Shoprite looked really clean.. Great Job Nick.. How long were you out.. I, somehow, got stuck pushing a large amount of snow into a large pile.. Was that Green Lane in one of the pics.. I figured that would be an ice rink... Again, great pics..


----------



## Lux Lawn

45 inches in 5 days is a lot of snow. There is no way you can keep up with that. 
My customers would be calling all the time. Thing is you plow the drive and 10 minutes later they have another 2 inches in it.

How did you do with complaints?
Do you do residential & commercial?
Good work.


----------



## jgibbons

nicksplowing;1007642 said:


> more pics


is that second pic from the bottom from City Ave? looking at St. Charles Seminary?


----------



## jeffslawnservic

Better get ready for Thursday they are calling for a relatively "smaller storm" than what we are now used to lol. Your nephew lou has a pretty nice looking plow truck now.


----------



## MileHigh

the pics of the Parking Garage are Awesome...

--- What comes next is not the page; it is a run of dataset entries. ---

def _scale_bar(ax, plane, length_mm: float) -> None:
    """A scale bar of ``length_mm`` in the lower left corner of a plane view, labelled in mm."""
    nv, nu = plane.values.shape
    p = plane.pixel_mm
    u0, v0 = 0.05 * nu * p, 0.05 * nv * p
    ax.plot([u0, u0 + length_mm], [v0, v0], color="black", lw=3, solid_capstyle="butt")
    ax.text(u0 + length_mm / 2, v0 + 0.015 * nv * p, f"{length_mm:g} mm", ha="center", va="bottom", fontsize=8, bbox=_LABEL_BOX)


def _circle(ax, uv, diameter, **kw) -> None:
    from matplotlib.patches import Circle

    ax.add_patch(Circle((float(uv[0]), float(uv[1])), diameter / 2, fill=False, **kw))


#: Outline colour and line style of each shape role (colour tells hot from cold; the line style
#: tells the ROI kinds apart in greyscale print too).
_ROLE_STYLE = {
    "hot": dict(color="#c03000", lw=1.4, ls="-"),
    "cold": dict(color="#0050c0", lw=1.4, ls="-"),
    "background": dict(color="#207020", lw=1.0, ls="--"),
    "insert": dict(color="#7030a0", lw=1.2, ls=":"),
    "voi": dict(color="#207020", lw=1.2, ls="-"),
    "search": dict(color="#c03000", lw=1.0, ls="--"),
    "peak": dict(color="#0050c0", lw=1.5, ls="-"),
    "guide": dict(color="#808080", lw=0.8, ls="--"),
    "outline": dict(color="#e07000", lw=1.2, ls="--"),  # an object's measured outline (e.g. a cylinder's wall)
}
_LABEL_BOX = dict(boxstyle="round,pad=0.15", fc="white", ec="none", alpha=0.8)


def _draw_shape(ax, shape, view_width_mm: float) -> None:
    """One :class:`~phantometry.phantoms.base.Shape` on a view (plane mm)."""
    from matplotlib.patches import Circle, Polygon, Rectangle

    st = _ROLE_STYLE[shape.role]
    if shape.kind == "circle":
        u, v = (float(x) for x in shape.centre_uv)
        r = float(shape.size_mm) / 2
        ax.add_patch(Circle((u, v), r, fill=False, color=st["color"], lw=st["lw"], ls=st["ls"]))
        if shape.label is not None:
            if shape.role == "background":  # a number in the middle of the circle
                ax.text(u, v, shape.label, ha="center", va="center", fontsize=7, color=st["color"])
            elif shape.label_below:
                ax.annotate(shape.label, (u, v - r - 2), ha="center", va="top", fontsize=8)
            else:
                ax.annotate(shape.label, (u, v + r + 0.06 * r + 0.6), ha="center", va="bottom", fontsize=8, color="black", bbox=_LABEL_BOX)
    elif shape.kind == "rect":
        u, v = (float(x) for x in shape.centre_uv)
        w, h = shape.size_mm
        ax.add_patch(Rectangle((u - w / 2, v - h / 2), w, h, fill=False, color=st["color"], lw=st["lw"], ls=st["ls"]))
    elif shape.kind == "marker":
        u, v = (float(x) for x in shape.centre_uv)
        ax.plot([u], [v], marker="+", color=st["color"], ms=9, mew=st["lw"])
    elif shape.kind == "hline":
        v = float(shape.centre_uv[1])
        ax.plot([0, view_width_mm], [v, v], color=st["color"], lw=0.8, ls=st["ls"])
    elif shape.kind == "contour":
        ax.add_patch(Polygon(np.asarray(shape.points_uv, float), closed=True, fill=False, color=st["color"], lw=st["lw"], ls=st["ls"]))


def overlay_picture(overlay: "Overlay", path: str | os.PathLike) -> Path:
    """Draw an analysis's overlay (:meth:`phantometry.phantoms.base.Analysis.overlay`): its
    views side by side, every ROI outlined (PNG)."""
    plt = _plt()
    n = len(overlay.views)
    ratios = overlay.width_ratios or [1.0] * n
    fig, axes = plt.subplots(1, n, figsize=(5.4 * sum(ratios), 5.8), gridspec_kw={"width_ratios": ratios}, squeeze=False)
    for ax, view in zip(axes[0], overlay.views):
        vmax = view.vmax if view.vmax else (float(np.nanpercentile(view.plane.values, 99.5)) or 1.0)
        mesh = _show_plane(ax, view.plane, vmax, view.title)
        width = view.plane.values.shape[1] * view.plane.pixel_mm
        for shape in view.shapes:
            _draw_shape(ax, shape, width)
        if view.scale_bar_mm:
            _scale_bar(ax, view.plane, view.scale_bar_mm)
        if view.colorbar:
            bar = fig.colorbar(mesh, ax=ax, fraction=0.046, pad=0.02)
            bar.set_label(view.colorbar, fontsize=8)
            bar.ax.tick_params(labelsize=7)
    fig.suptitle(overlay.title, fontsize=10)
    bars = any(view.colorbar for view in overlay.views)  # colour bars need room for their ticks and label
    return _finish(fig, path, dpi=110, margins=dict(left=0.01, right=0.93 if bars else 0.99, bottom=0.05, top=0.9, wspace=0.3 if bars else 0.04))


def diagnostic_picture(volume: "Volume", path: str | os.PathLike) -> Path:
    """Three orthogonal maximum-intensity projections, for a failed localisation (PNG)."""
    plt = _plt()
    fig, axes = plt.subplots(1, 3, figsize=(12, 4.2))
    data = np.nan_to_num(volume.data)
    vmax = float(np.percentile(data, 99.9)) or 1.0
    for ax, axis, title in zip(axes, (0, 1, 2), ("transverse MIP", "coronal MIP", "sagittal MIP")):
        ax.imshow(data.max(axis=axis), cmap="gray_r", vmin=0, vmax=vmax, origin="lower", aspect="auto")
        ax.set_title(title, fontsize=9)
        ax.set_xticks([])
        ax.set_yticks([])
    fig.suptitle("Phantom not found: maximum-intensity projections of the image as loaded", fontsize=10)
    fig.tight_layout()
    out = Path(path)
    fig.savefig(out, dpi=90)
    plt.close(fig)
    return out


# ----------------------------------------------------------------------------- comparison charts
# Settings are drawn in black with one marker shape per setting and their number beside each
# point; colour is kept for meaning only: a value outside its acceptance band is drawn as a red
# open marker (still told apart in greyscale by being open), the bands as light grey boxes.
_SETTING_MARKERS = "osD^vP*Xhp<>"
_FAIL_COLOUR = "#b00020"


def _by_key(rows) -> dict:
    """(roi, metric) -> list of rows (several when several band sets judged the same value)."""
    out: dict = {}
    for r in rows:
        out.setdefault((r.roi, r.metric), []).append(r)
    return out


def _finite(v) -> bool:
    return v is not None and np.isfinite(v)


def _legend_axis(fig, ax, settings) -> None:
    ax.axis("off")
    lines = [f"{number}: {label}" for number, label, _ in settings]
    ncol = 1 if len(lines) <= 6 else 2
    per = int(np.ceil(len(lines) / ncol))
    for c in range(ncol):
        ax.text(0.01 + 0.5 * c, 1.0, "\n".join(lines[c * per:(c + 1) * per]), va="top", ha="left", fontsize=7.5,
                family="monospace", transform=ax.transAxes)


def contrast_noise_chart(settings, sphere_diameters_mm: dict[str, float], path: str | os.PathLike, *, title: str | None = None) -> Path:
    """Percent contrast against background variability, one panel per sphere (PNG).

    Parameters
    ----------
    settings : list of (number, label, rows)
        Each setting's :class:`~phantometry.results.Measurement` rows; ``percent_contrast``
        and ``background_variability_pct`` per sphere (NEMA NU 2 Q_H or Q_C, and N), with their
        standard uncertainties drawn as error bars where present.
    sphere_diameters_mm : dict
        Sphere ROI name -> diameter (mm); panels in order of diameter.
    path : path
        Output PNG.

    Returns
    -------
    Path
    """
    plt = _plt()
    spheres = sorted(sphere_diameters_mm, key=lambda n: sphere_diameters_mm[n])
    ncols = 3
    nrows = int(np.ceil(len(spheres) / ncols))
    legend_h = 0.22 * int(np.ceil(len(settings) / (1 if len(settings) <= 6 else 2))) + 0.4
    fig = plt.figure(figsize=(11, 3.4 * nrows + legend_h))
    gs = fig.add_gridspec(nrows + 1, ncols, height_ratios=[3.4] * nrows + [legend_h])
    keyed = [(number, _by_key(rows)) for number, _, rows in settings]
    for n, name in enumerate(spheres):
        ax = fig.add_subplot(gs[n // ncols, n % ncols])
        pts = []  # (x, y, x unc, y unc, failed, number)
        for number, d in keyed:
            pc = (d.get((name, "percent_contrast")) or [None])[0]
            bv = (d.get((name, "background_variability_pct")) or [None])[0]
            if pc is None or bv is None or not (_finite(pc.value) and _finite(bv.value)):
                continue
            failed = any(r.verdict == "fail" for r in d.get((name, "percent_contrast"), []) + d.get((name, "background_variability_pct"), []))
            pts.append((bv.value, pc.value, bv.uncertainty if _finite(bv.uncertainty) else 0.0,
                        pc.uncertainty if _finite(pc.uncertainty) else 0.0, failed, number))
        if pts:
            x, y, ex, ey = (np.array([p[i] for p in pts], float) for i in range(4))
            # every error bar of the panel in one call, then the markers grouped by shape and verdict
            ax.errorbar(x, y, xerr=ex, yerr=ey, fmt="none", ecolor="#777777", elinewidth=0.8, capsize=2, zorder=2)
            groups: dict = {}
            for i, p in enumerate(pts):
                groups.setdefault((_SETTING_MARKERS[(p[5] - 1) % len(_SETTING_MARKERS)], p[4]), []).append(i)
            for (marker, failed), idx in groups.items():
                colour = _FAIL_COLOUR if failed else "black"
                ax.plot(x[idx], y[idx], marker, ms=5, color=colour, mfc="white" if failed else colour, ls="none", zorder=3)
            for p in pts:
                ax.annotate(str(p[5]), (p[0], p[1]), xytext=(4, 3), textcoords="offset points", fontsize=7)
        ax.margins(0.15)
        ax.set_title(f"{name.replace('sphere_', '')} sphere", fontsize=9)
        ax.set_xlabel("background variability N (%)", fontsize=8)
        ax.set_ylabel("percent contrast Q (%)", fontsize=8)
        ax.tick_params(labelsize=7)
        ax.grid(True, color="#dddddd", lw=0.5)
    _legend_axis(fig, fig.add_subplot(gs[nrows, :]), settings)
    fig.suptitle(title or "Contrast against noise, one point per reconstruction setting (bars: standard uncertainty)", fontsize=10)
    height = fig.get_figheight()  # fixed margins in inches (a tight layout costs a second drawing)
    fig.subplots_adjust(left=0.06, right=0.99, bottom=0.1 / height, top=1 - 0.7 / height, wspace=0.25, hspace=0.8 / 3.4)
    out = Path(path)
    fig.savefig(out, dpi=100)
    plt.close(fig)
    return out


def recovery_curves_chart(
    settings,
    sphere_diameters_mm: dict[str, float],
    path: str | os.PathLike,
    *,
    hot: dict[str, bool] | None = None,
    metrics: tuple[str, ...] = ("rc_max", "rc_mean", "rc_peak"),
    title: str | None = None,
) -> Path:
    """Recovery coefficients against sphere diameter, every setting over the bands (PNG).

    Parameters
    ----------
    settings : list of (number, label, rows)
        Rows with ``rc_max``, ``rc_mean``, ``rc_peak`` per hot sphere, and band limits
        (``band_low``/``band_high``) where bands were applied.
    sphere_diameters_mm : dict
        Sphere ROI name -> diameter (mm).
    hot : dict, optional
        Sphere name -> hot; cold spheres are left out.
    metrics : tuple of str
        Panels, those present in the rows.

    Returns
    -------
    Path
    """
    plt = _plt()
    from matplotlib.patches import Rectangle

    spheres = sorted((n for n in sphere_diameters_mm if (hot or {}).get(n, True)), key=lambda n: sphere_diameters_mm[n])
    keyed = [(number, label, _by_key(rows)) for number, label, rows in settings]
    present = [m for m in metrics if any((s, m) in d for _, _, d in keyed for s in spheres)]
    if not present:
        present = [metrics[0]]
    legend_h = 0.22 * int(np.ceil(len(settings) / (1 if len(settings) <= 6 else 2))) + 0.4
    fig = plt.figure(figsize=(4.0 * len(present) + 1, 4.2 + legend_h))
    gs = fig.add_gridspec(2, len(present), height_ratios=[4.2, legend_h])
    jitter = np.linspace(-0.35, 0.35, max(1, len(settings))) if len(settings) > 1 else np.zeros(1)
    for p, metric in enumerate(present):
        ax = fig.add_subplot(gs[0, p])
        # bands: one grey box per (sphere, band), drawn once
        seen = set()
        for _, _, d in keyed:
            for s in spheres:
                for r in d.get((s, metric), []):
                    if _finite(r.band_low) and _finite(r.band_high) and (s, r.band, r.band_low, r.band_high) not in seen:
                        seen.add((s, r.band, r.band_low, r.band_high))
                        x = sphere_diameters_mm[s]
                        ax.add_patch(Rectangle((x - 1.2, r.band_low), 2.4, r.band_high - r.band_low, fc="#e4e4e4", ec="#999999", lw=0.6, hatch="///", zorder=0))
        bars: tuple[list, list, list] = ([], [], [])  # every setting's error bars, drawn in one call
        for (number, label, d), dx in zip(keyed, jitter):
            xs, ys, es, fails = [], [], [], []
            for s in spheres:
                rs = d.get((s, metric))
                if not rs or not _finite(rs[0].value):
                    continue
                xs.append(sphere_diameters_mm[s] + dx)
                ys.append(rs[0].value)
                es.append(rs[0].uncertainty if _finite(rs[0].uncertainty) else 0.0)
                fails.append(any(r.verdict == "fail" for r in rs))
            if not xs:
                continue
            marker = _SETTING_MARKERS[(number - 1) % len(_SETTING_MARKERS)]
            ax.plot(xs, ys, color="#555555", lw=0.8, zorder=1)
            bars[0].extend(xs)
            bars[1].extend(ys)
            bars[2].extend(es)
            ok = [i for i, f in enumerate(fails) if not f]
            bad = [i for i, f in enumerate(fails) if f]
            ax.plot([xs[i] for i in ok], [ys[i] for i in ok], marker, color="black", ms=4.5, ls="none", zorder=3)
            ax.plot([xs[i] for i in bad], [ys[i] for i in bad], marker, color=_FAIL_COLOUR, mfc="white", mew=1.3, ms=6, ls="none", zorder=4)
            ax.annotate(str(number), (xs[-1], ys[-1]), xytext=(5, 0), textcoords="offset points", fontsize=7, va="center")
        if bars[0]:
            ax.errorbar(bars[0], bars[1], yerr=bars[2], fmt="none", ecolor="#888888", elinewidth=0.7, capsize=1.5, zorder=2)
        ax.set_title("RC " + metric.removeprefix("rc_"), fontsize=9)
        ax.set_xlabel("sphere diameter (mm)", fontsize=8)
        ax.set_ylabel("recovery coefficient", fontsize=8)
        ax.tick_params(labelsize=7)
        ax.grid(True, color="#dddddd", lw=0.5)
    _legend_axis(fig, fig.add_subplot(gs[1, :]), settings)
    fig.suptitle(title or "Recovery coefficients; grey boxes: acceptance bands; red open markers: outside the band", fontsize=10)
    height = fig.get_figheight()  # fixed margins in inches (a tight layout costs a second drawing)
    fig.subplots_adjust(left=0.7 / fig.get_figwidth(), right=0.99, bottom=0.1 / height, top=1 - 0.5 / height, wspace=0.28, hspace=0.7 / 4.2)
    out = Path(path)
    fig.savefig(out, dpi=100)
    plt.close(fig)
    return out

I love parking garages...accumulate snow when others are just melting it.

I want to specialize in doing parking garages.


----------



## Grn Mtn

BladeScape;1011799 said:


> the pics of the Parking Garage are Awesome...
> 
> I love parking garages...accumulate snow when others are just melting it.
> 
> I want to specialize in doing parking garages.


we had one collapse because the snow was pushed to all one corner


----------



## J&R Landscaping

Nice pics Nick! This winter has been awesome!


----------